Abstract:There has been an increasing surge of interest on development of advanced Reinforcement Learning (RL) systems as intelligent approaches to learn optimal control policies directly from smart agents' interactions with the environment. Objectives: In a model-free RL method with continuous state-space, typically, the value function of the states needs to be approximated. In this regard, Deep Neural Networks (DNNs) provide an attractive modeling mechanism to approximate the value function using sample transitions. DNN-based solutions, however, suffer from high sensitivity to parameter selection, are prone to overfitting, and are not very sample efficient. A Kalman-based methodology, on the other hand, could be used as an efficient alternative. Such an approach, however, commonly requires a-priori information about the system (such as noise statistics) to perform efficiently. The main objective of this paper is to address this issue. Methods: As a remedy to the aforementioned problems, this paper proposes an innovative Multiple Model Kalman Temporal Difference (MM-KTD) framework, which adapts the parameters of the filter using the observed states and rewards. Moreover, an active learning method is proposed to enhance the sampling efficiency of the system.

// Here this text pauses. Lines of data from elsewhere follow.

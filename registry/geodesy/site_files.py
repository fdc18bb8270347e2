"""A job site read from a file: GeoJSON, KML or GPX, turned into one GeoJSON Point or Polygon.

Pure (no Django): the job form calls :func:`site_from_file` and hands the result to the jobs service, which
validates it like a pasted site (:func:`registry.geodesy.site.parse_site_geojson`).

* GeoJSON (RFC 7946): a geometry, a Feature or a FeatureCollection holding exactly one Point or Polygon.
* KML (OGC 07-147r2): the one ``Point`` or ``Polygon`` (outer boundary) of the file; coordinates are
  ``lon,lat[,alt]`` tuples separated by white space.
* GPX 1.1 (topografix.com/GPX/1/1): a track or route of three or more points is read as the site's outline
  (closed if it is not); a single waypoint (or a one-point track) as a site point. ``ele`` is kept as the
  third coordinate only when every point has it.

KML and GPX are parsed with the standard library's ``xml.etree``; as defusedxml is not installed, any file
that declares a DOCTYPE or an entity is refused before parsing (the entity-expansion and external-entity
attacks need one), and files are limited to :data:`MAX_SITE_FILE_BYTES`.

Heights in KML and GPX files are whatever the file says (GPX ``ele`` is commonly above the geoid, KML
altitude relative to the ground or the sea); they are dropped unless the caller asks to keep them, since a
job's site heights are ellipsoidal in its frame. A GeoJSON file's third coordinate is kept, as when pasted.
"""

from __future__ import annotations

import json
import re
import xml.etree.ElementTree as ET

#: Largest site file accepted (bytes).
MAX_SITE_FILE_BYTES = 2_000_000


class SiteFileError(ValueError):
    """A site file that cannot be read; ``str(error)`` is a message for the user, ``code`` a short code."""

    def __init__(self, message: str, code: str):
        super().__init__(message)
        self.code = code


def site_from_file(name: str, data: bytes, *, keep_heights: bool = False) -> dict:
    """The site in ``data`` (a file called ``name``) as a GeoJSON Point or Polygon geometry.

    The kind is chosen by the file name's ending (``.geojson``/``.json``, ``.kml``, ``.gpx``) and, failing
    that, by the content.

    >>> site_from_file("s.gpx", b'<gpx xmlns="http://www.topografix.com/GPX/1/1"><wpt lat="45.5" lon="-110.25"/></gpx>')
    {'type': 'Point', 'coordinates': [-110.25, 45.5]}

    Raises
    ------
    SiteFileError
        ``too_large``, ``empty``, ``unknown_kind``, ``not_utf8``, ``unsafe_xml``, ``bad_xml``, ``bad_json``,
        ``no_site``, ``several_sites``, ``bad_coordinates``, ``too_few_points``.
    """
    if len(data) > MAX_SITE_FILE_BYTES:
        raise SiteFileError(
            f"The file is larger than {MAX_SITE_FILE_BYTES // 1_000_000} MB; a site outline needs far less.",
            "too_large",
        )
    if not data.strip():
        raise SiteFileError("The file is empty.", "empty")
    lower = name.lower()
    head = data.lstrip()[:200].lower()
    if lower.endswith((".geojson", ".json")) or head.startswith(b"{"):
        return _from_geojson(data)  # a third coordinate is the ellipsoidal height, as when pasted
    elif lower.endswith(".kml") or b"<kml" in head:
        geometry = _from_kml(_parse_xml(data))
    elif lower.endswith(".gpx") or b"<gpx" in head:
        geometry = _from_gpx(_parse_xml(data))
    else:
        raise SiteFileError("Give the site as a GeoJSON (.geojson), KML (.kml) or GPX (.gpx) file.", "unknown_kind")
    if not keep_heights:
        geometry = _drop_heights(geometry)
    return geometry


# ----------------------------------------------------------------------------- GeoJSON


def _from_geojson(data: bytes) -> dict:
    try:
        doc = json.loads(data.decode("utf-8-sig"))
    except UnicodeDecodeError:
        raise SiteFileError("The file is not UTF-8 text.", "not_utf8") from None
    except ValueError as exc:
        raise SiteFileError(
            f"The file is not valid GeoJSON (line {getattr(exc, 'lineno', '?')}).", "bad_json"
        ) from None
    geometries = []
    if not isinstance(doc, dict):
        raise SiteFileError("The file is not a GeoJSON object.", "bad_json")
    kind = doc.get("type")
    if kind == "FeatureCollection":
        for feature in doc.get("features") or []:
            if isinstance(feature, dict) and isinstance(feature.get("geometry"), dict):
                geometries.append(feature["geometry"])
    elif kind == "Feature":
        if isinstance(doc.get("geometry"), dict):
            geometries.append(doc["geometry"])
    else:
        geometries.append(doc)
    sites = [g for g in geometries if g.get("type") in ("Point", "Polygon")]
    if not sites:
        raise SiteFileError("The file holds no Point or Polygon to use as the site.", "no_site")
    if len(sites) > 1:
        raise SiteFileError(
            f"The file holds {len(sites)} points or polygons; keep only the site in it.", "several_sites"
        )
    return {"type": sites[0]["type"], "coordinates": sites[0].get("coordinates")}


# ----------------------------------------------------------------------------- XML (KML, GPX)

_UNSAFE = re.compile(rb"<!\s*(DOCTYPE|ENTITY)", re.IGNORECASE)


def _parse_xml(data: bytes) -> ET.Element:
    if _UNSAFE.search(data):
        raise SiteFileError(
            "The file declares a document type or entities, which are not accepted; export it again as plain "
            "KML or GPX.",
            "unsafe_xml",
        )
    try:
        return ET.fromstring(data)
    except ET.ParseError as exc:
        line = exc.position[0] if getattr(exc, "position", None) else "?"
        raise SiteFileError(f"The file is not well-formed XML (line {line}).", "bad_xml") from None


def _local(tag: str) -> str:
    return tag.rsplit("}", 1)[-1]


def _find_all(root: ET.Element, name: str) -> list[ET.Element]:
    return [e for e in root.iter() if _local(e.tag) == name]


def _number(text, what: str) -> float:
    try:
        return float(text)
    except (TypeError, ValueError):
        raise SiteFileError(f"A {what} in the file is not a number: {str(text)[:40]!r}.", "bad_coordinates") from None


def _kml_coordinates(element: ET.Element) -> list[list[float]]:
    coords = _find_all(element, "coordinates")
    text = (coords[0].text or "") if coords else ""
    if not text.strip():
        raise SiteFileError("A KML geometry in the file has no coordinates.", "bad_coordinates")
    out = []
    for token in text.split():
        parts = token.split(",")
        if len(parts) not in (2, 3):
            raise SiteFileError(
                f"KML coordinates are longitude,latitude[,altitude]; found {token[:40]!r}.", "bad_coordinates"
            )
        out.append([_number(p, "coordinate") for p in parts])
    return out


def _from_kml(root: ET.Element) -> dict:
    points = _find_all(root, "Point")
    polygons = _find_all(root, "Polygon")
    if len(points) + len(polygons) == 0:
        raise SiteFileError("The KML file holds no Point or Polygon to use as the site.", "no_site")
    if len(points) + len(polygons) > 1:
        raise SiteFileError(
            f"The KML file holds {len(points) + len(polygons)} points or polygons; keep only the site in it.",
            "several_sites",
        )
    if points:
        coords = _kml_coordinates(points[0])
        if len(coords) != 1:
            raise SiteFileError("A KML Point has exactly one coordinate tuple.", "bad_coordinates")
        return {"type": "Point", "coordinates": coords[0]}
    outer = _find_all(polygons[0], "outerBoundaryIs")
    if not outer:
        raise SiteFileError("The KML polygon has no outer boundary.", "bad_coordinates")
    ring = _kml_coordinates(outer[0])
    return {"type": "Polygon", "coordinates": [_closed(ring)]}


def _gpx_points(elements: list[ET.Element]) -> list[list[float]]:
    out = []
    for e in elements:
        lat, lon = _number(e.get("lat"), "latitude"), _number(e.get("lon"), "longitude")
        ele = [c for c in e if _local(c.tag) == "ele"]
        out.append([lon, lat] + ([_number(ele[0].text, "elevation")] if ele else []))
    if out and not all(len(p) == 3 for p in out):
        out = [p[:2] for p in out]
    return out


def _from_gpx(root: ET.Element) -> dict:
    lines = [_gpx_points(_find_all(seg, "trkpt")) for seg in _find_all(root, "trkseg")]
    lines += [_gpx_points(_find_all(rte, "rtept")) for rte in _find_all(root, "rte")]
    lines = [line for line in lines if line]
    waypoints = _gpx_points([e for e in root if _local(e.tag) == "wpt"])
    if len(lines) > 1:
        raise SiteFileError(
            f"The GPX file holds {len(lines)} tracks or routes; keep only the site's outline in it.", "several_sites"
        )
    if lines:
        line = lines[0]
        if len(line) == 1:
            return {"type": "Point", "coordinates": line[0]}
        ring = _closed(line)
        if len(ring) < 4:
            raise SiteFileError(
                "A site outline needs at least three distinct points; this track or route has fewer.",
                "too_few_points",
            )
        return {"type": "Polygon", "coordinates": [ring]}
    if len(waypoints) == 1:
        return {"type": "Point", "coordinates": waypoints[0]}
    if len(waypoints) > 1:
        raise SiteFileError(
            f"The GPX file holds {len(waypoints)} waypoints and no track; give one waypoint for a site point or "
            "a track or route around the site.",
            "several_sites",
        )
    raise SiteFileError("The GPX file holds no waypoint, track or route.", "no_site")


def _closed(ring: list[list[float]]) -> list[list[float]]:
    return ring if ring and ring[0][:2] == ring[-1][:2] else ring + [list(ring[0])]


def _drop_heights(geometry: dict) -> dict:
    coords = geometry.get("coordinates")
    if geometry["type"] == "Point" and isinstance(coords, list):
        return {"type": "Point", "coordinates": coords[:2]}
    if geometry["type"] == "Polygon" and isinstance(coords, list):
        return {
            "type": "Polygon",
            "coordinates": [
                [p[:2] if isinstance(p, list) else p for p in ring] if isinstance(ring, list) else ring
                for ring in coords
            ],
        }
    return geometry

More specifically, the estimated uncertainty of the value functions are exploited to form the behaviour policy leading to more visits to less certain values, therefore, improving the overall learning sample efficiency. As a result, the proposed MM-KTD framework can learn the optimal policy with significantly reduced number of samples as compared to its DNN-based counterparts. Results: To evaluate performance of the proposed MM-KTD framework, we have performed a comprehensive set of experiments based on three RL benchmarks. Experimental results show superiority of the MM-KTD framework in comparison to its state-of-the-art counterparts.